Министр вышел, и Чорин-Цу вздохнул. Этот человек лжет: не будет никакого бегства на юг. Чорин-Цу отогнал эту мысль и начал доставать склянки с бальзамирующим раствором, ножики и скребки, аккуратно раскладывая все это на столике у кровати.

Золоченая панель в задней стене отодвинулась, и Чорин-Цу упал на колени, потупив взор, — но успел увидеть покрытый золотой краской королевский лик и засохшую кровь на губах, которыми император целовал рану на груди своей жены.

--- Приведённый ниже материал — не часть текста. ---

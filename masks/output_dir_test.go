package masks

import (
	"bytes"
	"errors"
	"fmt"
	"io"
	"math"
	"os"
	"path/filepath"
	"slices"
	"strings"
	"testing"
)

// outTestMask returns the ten standard fields on g filled with values that
// differ from cell to cell (one NaN wall temperature), and small surface and
// material tables.
func outTestMask(g Grid) *Mask {
	fs := NewStandardFields(g)
	for c := range g.NumCells() {
		x := float64(c)
		for _, f := range fs {
			switch f.Name {
			case SolidFraction:
				f.F64[c] = math.Mod(x*0.37, 1)
			case Indicator:
				f.F32[c] = float32(c % 2)
			case SignedDistance:
				f.F32[c] = float32(x*0.01 - 0.02)
			case Normal:
				for k := range f.Components {
					f.F32[c*f.Components+k] = float32(math.Cos(x + float64(k)))
				}
			case InterfaceDensity:
				f.F32[c] = float32(x * 3)
			case Region:
				f.U8[c] = uint8(c % 3)
			case SurfaceID:
				f.I32[c] = int32(c%4) - 1
			case Emissivity:
				f.F32[c] = 0.8
			case WallTemperature:
				f.F32[c] = float32(300 + x)
				if c == 1 {
					f.F32[c] = float32(math.NaN())
				}
			case MaterialID:
				f.I32[c] = int32(c % 2)
			}
		}
	}
	t := 1200.0
	k := 1.5
	return &Mask{Grid: g, Fields: fs,
		Surfaces: []Surface{
			{ID: 1, Name: "burner wall", Source: "WALL", Emissivity: 0.8, WallTemperature: &t, MaterialID: 1},
			{ID: 2, Name: "window", Source: "GLASS", Emissivity: 0.1},
		},
		Materials: []Material{{ID: 1, Name: "refractory", Conductivity: &k}},
	}
}

// outTempFiles lists leftover temporary files in dir.
func outTempFiles(t *testing.T, dir string) []string {
	t.Helper()
	var left []string
	err := filepath.WalkDir(dir, func(p string, d os.DirEntry, err error) error {
		if err == nil && strings.Contains(d.Name(), ".tmp-") {
			left = append(left, p)
		}
		return err
	})
	if err != nil {
		t.Fatal(err)
	}
	return left
}

func TestWriteFileAtomic(t *testing.T) {
	dir := t.TempDir()
	path := filepath.Join(dir, "a.bin")
	if err := WriteFileAtomic(path, func(w io.Writer) error { _, err := w.Write([]byte("old")); return err }); err != nil {
		t.Fatal(err)
	}
	boom := errors.New("disk full, say")
	err := WriteFileAtomic(path, func(w io.Writer) error {
		w.Write(bytes.Repeat([]byte("new"), 1<<20)) // more than the buffer, so some bytes reach the temporary file
		return boom
	})
	if !errors.Is(err, boom) {
		t.Errorf("WriteFileAtomic error = %v, want the write func's error", err)
	}
	if b, _ := os.ReadFile(path); string(b) != "old" {
		t.Errorf("after a failed write the file holds %d bytes, want the previous 3", len(b))
	}
	if left := outTempFiles(t, dir); len(left) != 0 {
		t.Errorf("temporary files left behind: %v", left)
	}
	if fi, err := os.Stat(path); err != nil || fi.Mode().Perm()&0o444 != 0o444 {
		t.Errorf("file mode %v, want readable by all", fi.Mode())
	}
}

// TestWriteDirFailure: a build that fails midway (here the rename of
// mask.vti fails because a directory stands in its way) leaves only
// complete files, no temporaries, and no manifest, so ReadDir refuses the
// mixed folder instead of trusting it.
func TestWriteDirFailure(t *testing.T) {
	dir := t.TempDir()
	if err := WriteDir(dir, outTestMask(npyGrid2(3, 2)), nil, nil); err != nil {
		t.Fatal(err)
	}
	os.Remove(filepath.Join(dir, VTIFile))
	os.MkdirAll(filepath.Join(dir, VTIFile, "x"), 0o755)
	m2 := outTestMask(npyGrid2(3, 2))
	m2.Fields[0].F64[0] = 0.999
	if err := WriteDir(dir, m2, nil, nil); err == nil {
		t.Fatal("WriteDir succeeded with mask.vti blocked")
	}
	if _, err := os.Stat(filepath.Join(dir, ManifestFile)); !errors.Is(err, os.ErrNotExist) {
		t.Errorf("a manifest survived the failed build (stat error %v)", err)
	}
	if left := outTempFiles(t, dir); len(left) != 0 {
		t.Errorf("temporary files left behind: %v", left)
	}
	f, err := os.Open(filepath.Join(dir, SolidFraction+".npy"))
	if err != nil {
		t.Fatal(err)
	}
	defer f.Close()
	if _, got, err := ReadNPY(f); err != nil || got.F64[0] != 0.999 {
		t.Errorf("the .npy written before the failure is not complete: %v", err)
	}
	if _, _, err := ReadDir(dir); err == nil || !strings.Contains(err.Error(), "no manifest") {
		t.Errorf("ReadDir after a failed build: %v, want a refusal for the missing manifest", err)
	}
}

func TestWriteReadDir(t *testing.T) {
	for _, tc := range []struct {
		name string
		g    Grid
	}{
		{"2D", npyGrid2(5, 3)},
		{"3D", npyGrid3(3, 4, 2)},
	} {
		t.Run(tc.name, func(t *testing.T) {
			dir := filepath.Join(t.TempDir(), "out", "mask")
			m := outTestMask(tc.g)
			man := NewManifest(m, Provenance{Tool: "chimask", Version: "test", Command: []string{"chimask", "build", "x.stl"}})
			man.Warnings = []string{"a warning"}
			if err := WriteDir(dir, m, man, nil); err != nil {
				t.Fatal(err)
			}
			got, gman, err := ReadDir(dir)
			if err != nil {
				t.Fatal(err)
			}
			if got.Grid != m.Grid {
				t.Errorf("grid %+v, want %+v", got.Grid, m.Grid)
			}
			if len(got.Fields) != len(m.Fields) {
				t.Fatalf("%d fields, want %d", len(got.Fields), len(m.Fields))
			}
			for i, f := range m.Fields {
				h := got.Fields[i]
				if h.Name != f.Name || h.Unit != f.Unit || h.Meaning != f.Meaning || h.Components != f.Components || !npyFieldsEqual(h, f) {
					t.Errorf("field %q did not survive the round trip", f.Name)
				}
			}
			if len(got.Surfaces) != 2 || *got.Surfaces[0].WallTemperature != 1200 || got.Surfaces[1].WallTemperature != nil || *got.Materials[0].Conductivity != 1.5 {
				t.Errorf("tables = %+v %+v", got.Surfaces, got.Materials)
			}
			if gman.Files.VTI != VTIFile || gman.Files.Zarr != "" || !slices.Equal(gman.Warnings, man.Warnings) || gman.Provenance.Command[1] != "build" {
				t.Errorf("manifest = %+v", gman)
			}
			if left := outTempFiles(t, dir); len(left) != 0 {
				t.Errorf("temporary files left behind: %v", left)
			}
		})
	}
}

// TestWriteDirDeterministic: two builds of the same mask give the same bytes
// in every file.
func TestWriteDirDeterministic(t *testing.T) {
	a, b := t.TempDir(), t.TempDir()
	for _, d := range []string{a, b} {
		m := outTestMask(npyGrid3(3, 2, 2))
		man := NewManifest(m, Provenance{Tool: "chimask", Options: map[string]any{"z": 1, "a": []any{1.5, "x"}}})
		man.Statistics = map[string]any{"solid_volume_m3": 0.25, "leaks": 0, "max_gap": math.Inf(1)}
		if err := WriteDir(d, m, man, []string{"npy", "vti", "zarr"}); err != nil {
			t.Fatal(err)
		}
	}
	err := filepath.WalkDir(a, func(p string, d os.DirEntry, err error) error {
		if err != nil || d.IsDir() {
			return err
		}
		rel, _ := filepath.Rel(a, p)
		x, _ := os.ReadFile(p)
		y, err := os.ReadFile(filepath.Join(b, rel))
		if err != nil || !bytes.Equal(x, y) {
			t.Errorf("%s differs between two builds of the same mask", rel)
		}
		return nil
	})
	if err != nil {
		t.Fatal(err)
	}
}

func TestWriteDirOnlyVTI(t *testing.T) {
	dir := t.TempDir()
	if err := WriteDir(dir, outTestMask(npyGrid2(2, 2)), nil, []string{"vti"}); err != nil {
		t.Fatal(err)
	}
	if _, err := os.Stat(filepath.Join(dir, SolidFraction+".npy")); err == nil {
		t.Errorf("a .npy file was written for formats [vti]")
	}
	_, _, err := ReadDir(dir)
	var re *ReadError
	if !errors.As(err, &re) || !strings.Contains(re.What, "without a .npy") {
		t.Errorf("ReadDir error = %v, want a *ReadError saying the field has no .npy", err)
	}
}

func TestWriteDirRefuses(t *testing.T) {
	g := npyGrid2(2, 2)
	slash := outTestMask(g)
	slash.Fields[0].Name = "sub/escape"
	for _, tc := range []struct {
		name    string
		m       *Mask
		formats []string
		want    string
	}{
		{"unknown format", outTestMask(g), []string{"hdf5"}, "output format"},
		{"path in field name", slash, nil, "only letters"},
	} {
		t.Run(tc.name, func(t *testing.T) {
			dir := t.TempDir()
			err := WriteDir(dir, tc.m, nil, tc.formats)
			if err == nil || !strings.Contains(err.Error(), tc.want) {
				t.Errorf("WriteDir error = %v, want one containing %q", err, tc.want)
			}
			if entries, _ := os.ReadDir(dir); len(entries) != 0 {
				t.Errorf("WriteDir wrote %d files before refusing", len(entries))
			}
		})
	}
}

func TestReadDirErrors(t *testing.T) {
	write := func(t *testing.T) string {
		dir := t.TempDir()
		if err := WriteDir(dir, outTestMask(npyGrid2(3, 2)), nil, nil); err != nil {
			t.Fatal(err)
		}
		return dir
	}
	editManifest := func(old, new string) func(t *testing.T, dir string) {
		return func(t *testing.T, dir string) {
			p := filepath.Join(dir, ManifestFile)
			b, _ := os.ReadFile(p)
			if !bytes.Contains(b, []byte(old)) {
				t.Fatalf("manifest lacks %q", old)
			}
			os.WriteFile(p, bytes.Replace(b, []byte(old), []byte(new), 1), 0o644)
		}
	}
	for _, tc := range []struct {
		name  string
		spoil func(t *testing.T, dir string)
		want  string
	}{
		{"no manifest", func(t *testing.T, dir string) { os.Remove(filepath.Join(dir, ManifestFile)) }, "no manifest.json"},
		{"missing npy", func(t *testing.T, dir string) { os.Remove(filepath.Join(dir, Region+".npy")) }, "file is missing"},
		{"replaced npy", func(t *testing.T, dir string) {
			b, _ := os.ReadFile(filepath.Join(dir, SolidFraction+".npy"))
			os.WriteFile(filepath.Join(dir, Region+".npy"), b, 0o644)
		}, "the manifest says |u1"},
		{"escaping file name", editManifest(`"file": "region.npy"`, `"file": "../region.npy"`), "plain file name"},
		{"not json", func(t *testing.T, dir string) { os.WriteFile(filepath.Join(dir, ManifestFile), []byte("{"), 0o644) }, "not valid manifest JSON"},
		{"wrong format", editManifest(`"format": "chimask-mask"`, `"format": "other"`), "want \"chimask-mask\""},
		{"future version", editManifest(`"format_version": 1`, `"format_version": 9`), "format_version 9"},
		{"shape mismatch", editManifest(`"cells": [`, `"cells": [4, 2], "old": [`), "want [2 4]"},
		{"zero spacing", editManifest(`"spacing_m": [`, `"spacing_m": [0, 1], "old": [`), "spacing"},
	} {
		t.Run(tc.name, func(t *testing.T) {
			dir := write(t)
			tc.spoil(t, dir)
			_, _, err := ReadDir(dir)
			var re *ReadError
			if !errors.As(err, &re) || !strings.Contains(err.Error(), tc.want) || re.Hint == "" {
				t.Errorf("ReadDir error = %v (%T), want a *ReadError containing %q with a hint", err, err, tc.want)
			}
		})
	}
}

func ExampleWriteDir() {
	dir, err := os.MkdirTemp("", "chimask-example-")
	if err != nil {
		panic(err)
	}
	defer os.RemoveAll(dir)
	g := Grid{Dim: 2, Spacing: [3]float64{0.01, 0.01, 1}, Cells: [3]int{4, 3, 1}}
	m := &Mask{Grid: g, Fields: NewStandardFields(g)}
	man := NewManifest(m, Provenance{Tool: "chimask", Version: "dev"})
	if err := WriteDir(dir, m, man, nil); err != nil {
		panic(err)
	}
	entries, _ := os.ReadDir(dir)
	for _, e := range entries {
		fmt.Println(e.Name())
	}
	back, _, err := ReadDir(dir)
	fmt.Println(len(back.Fields), "fields read back,", err)
	// Output:
	// emissivity.npy
	// indicator.npy
	// interface_density.npy
	// manifest.json
	// mask.vti
	// material_id.npy
	// normal.npy
	// region.npy
	// signed_distance.npy
	// solid_fraction.npy
	// surface_id.npy
	// wall_temperature.npy
	// 10 fields read back, <nil>
}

— Сейчас я ее оживлю. — Бог-Король встал на колени рядом с мертвой и прижался губами к ее губам. — Приди ко мне, сестра моя и жена. Открой глаза, богиня мертвых. Вернись ко мне — я приказываю!

Чорин-Цу стоял на коленях, не открывая глаз.

— Я приказываю тебе! — вскричал Бог-Король. Потом он разразился рыданиями и долго плакал. — Ах, — вздохнул он вдруг. — Она дразнит меня, она только притворяется мертвой. Кто ты такой?

Чорин-Цу вздрогнул, поняв, что король обращается к нему, открыл глаза — и взглянул в лицо безумию. Блестящие голубые глаза на золотой маске смотрели приветливо и дружелюбно. Чорин-Цу сделал глубокий вдох.

— Я придворный бальзамировщик, ваше величество.

— Глаза у тебя раскосые, но ты не надир. И кожа у тебя такая же, как у моего друга Гарена. Ты чиадзе?

— Да, ваше величество.

— У тебя на родине тоже поклоняются мне?

— Я прожил здесь сорок два года, государь, — и, к сожалению, не получаю вестей из дома.

— Поговори со мной. Сядь вот сюда, на кровать.

Чорин-Цу встал, глядя на молодого короля. Среднего сложения, стройный, он походил на свою сестру. Волосы, как и кожа, были окрашены в золотой цвет, глаза поражали яркой голубизной.

— Почему она не оживает? Я ведь приказал ей.

— Боюсь, государь, что королева перешла... в другое свое царство.

— В другое? Ну да, богиня мудрости была и царицей мертвых! Ты так думаешь? Когда же она вернется?

— Как может смертный предсказать это, государь? Деяния богов непостижимы для таких, как я.

— Это так. И ты, пожалуй, прав, бальзамировщик. Теперь она правит мертвыми. Надеюсь, она будет счастлива там. Среди мертвых есть много наших друзей, которые будут служить ей. Очень много.

Думаешь, я для того и послал их туда? Ну конечно же. Я знал, что Бокат переселится к мертвым, и отправил их вперед, чтобы они могли ее встретить. Я только притворялся, что гневаюсь на них. — Король радостно заулыбался и захлопал в ладоши. — Для чего это? — спросил он, взяв в руки длинный бронзовый инструмент, похожий на вилку.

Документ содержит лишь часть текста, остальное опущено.